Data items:
= = = = =

A record is read, never changed. A run killed before its end shows status `unfinished`:
its rows up to the last commit (at most 100 ms before the kill) are there, nothing after.
"""


def add_subparser(sub):
    p = sub.add_parser("runs", help="list runs, show a run's summary, export a window (CSV, COMTRADE)",
                       description="Read run records (record.sqlite in a run folder): list them, summarise one, "
                       "or export a window of one as CSV or COMTRADE (IEEE C37.111-1999 or -2013 / IEC 60255-24).",
                       epilog=EXAMPLE + "\n" + SAFETY, formatter_class=argparse.RawDescriptionHelpFormatter)
    p.add_argument("--base", default=".", metavar="DIR", help="folder to list when no action is given (default .)")
    p.set_defaults(func=_do_list, base_pos=None)
    acts = p.add_subparsers(dest="runs_action", metavar="ACTION")
    fmt = argparse.RawDescriptionHelpFormatter
    lp = acts.add_parser("list", help="list the run folders under a folder", epilog=EXAMPLE + "\n" + SAFETY,
                         formatter_class=fmt, description="List run folders (those holding record.sqlite) under "
                         "BASE and one level below, oldest first.")
    lp.add_argument("base_pos", nargs="?", default=None, metavar="BASE")
    lp.set_defaults(func=_do_list)
    sp = acts.add_parser("show", help="a run's summary, read from its record", epilog=EXAMPLE + "\n" + SAFETY,
                         formatter_class=fmt, description="Summarise one run from its record: status (complete, "
                         "stopped, error, unfinished), duration, trips, model flags, counters, configs.")
    sp.add_argument("run", metavar="RUN", help="run folder or record.sqlite")
    sp.set_defaults(func=_do_show)
    ep = acts.add_parser("export", help="export a window of a run as CSV or COMTRADE", epilog=EXAMPLE + "\n" + SAFETY,
                         formatter_class=fmt, description="Export from a run's record. COMTRADE: one .cfg/.dat pair "
                         "per window; by default a window around each trip (the whole run when nothing tripped). "
                         "Analog channels carry units and a, b scaling; flag bits and trips are status channels.")
    ep.add_argument("run", metavar="RUN", help="run folder or record.sqlite")
    ep.add_argument("--format", required=True, choices=("csv", "comtrade"))
    ep.add_argument("--revision", choices=("1999", "2013"), default="1999", help="COMTRADE revision (default 1999)")
    ep.add_argument("--binary", action="store_true", help="COMTRADE binary (16-bit) data instead of ASCII")
    win = ep.add_mutually_exclusive_group()
    win.add_argument("--around", metavar="EVENT",
                     help="event kind (trip, operator, link, ...) or KIND:WORDS (the event's text contains WORDS)")
    ep.add_argument("--from", dest="t_from", type=float, metavar="S", help="window start, model time s")
    ep.add_argument("--to", dest="t_to", type=float, metavar="S", help="window end, model time s")
    ep.add_argument("--pre", type=float, default=0.5, metavar="S", help="time before the event (default 0.5 s)")
    ep.add_argument("--post", type=float, default=1.0, metavar="S", help="time after the event (default 1.0 s)")
    ep.add_argument("--into", metavar="DIR", help="output folder (default RUN/exports)")
    ep.set_defaults(func=_do_export)
    rp = acts.add_parser("replay", help="open-loop replay: the recorded commands drive the model, compared with the record",
                         epilog=EXAMPLE + "\n" + SAFETY, formatter_class=fmt,
                         description="Replay a closed-loop run open loop: its recorded command trace (firing angles or "
                         "voltage references, field commands, contactor) and operator/load timeline drive the model with "
                         "no controller, from the run's own resolved configs (plus --set changes); the response is "
                         "compared with the recorded one column by column. Prints where and by how much it departs; "
                         "exit status 1 when a column leaves its tolerance. The replay is recorded in RUN/replays/.")
    rp.add_argument("run", metavar="RUN", nargs="?", help="run folder or record.sqlite of a demo or serve run")
    rp.add_argument("--trace", metavar="FILE", help="replay a trace from another recorder instead of a run: a CSV, "
                    "or a COMTRADE .cfg beside its .dat (needs --map and --machine)")
    rp.add_argument("--map", metavar="MAP.toml", help="channel map of the trace: time, commands, inputs, feedback "
                    "(docs/record.md)")
    rp.add_argument("--machine", metavar="MACHINE.toml", help="machine config for a trace replay")
    rp.add_argument("--converter", metavar="CONVERTER.toml", help="converter config for a trace replay")
    rp.add_argument("--set", dest="overrides", action="append", default=[], metavar="KEY=VALUE",
                    help="change a config key for the replay, e.g. --set machine.ra_ohm=0.02 (repeatable)")
    rp.add_argument("--compare", metavar="COL,COL", help="columns to compare (default: armature and field current, "
                    "terminal voltage, speed, torque)")
    rp.add_argument("--tolerance", action="append", default=[], metavar="COL=ABS",
                    help="absolute tolerance of a column in its unit (default 1 %% of its recorded peak)")
    rp.add_argument("--closed-loop", action="store_true",
                    help="closed loop instead: the run's recorded operator and load timeline drives the model while "
                    "a live controller answers (the emulated one as a process by default; --controller, --link); "
                    "recorded in RUN/replays/closed-loop, judged (harm checks) and compared frame for frame. For a "
                    "CSV or COMTRADE disturbance trace write a scenario with [replay] (docs/scenarios.md)")
    rp.add_argument("--controller", choices=("process", "emulated"), default="process",
                    help="--closed-loop: the emulated controller as a separate process over a virtual cable (as "
                    "`dcrig demo` runs it: the same frames) or in-process (no fixed-point link encoding, so the frames differ)")
    rp.add_argument("--link", metavar="URL", help="--closed-loop against the controller on this port or URL "
                    "(it must drive no power stage)")
    rp.set_defaults(func=_do_replay)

= = = = =

If a line of the data contains "docs", it counts; report the number of such lines and nothing else.

2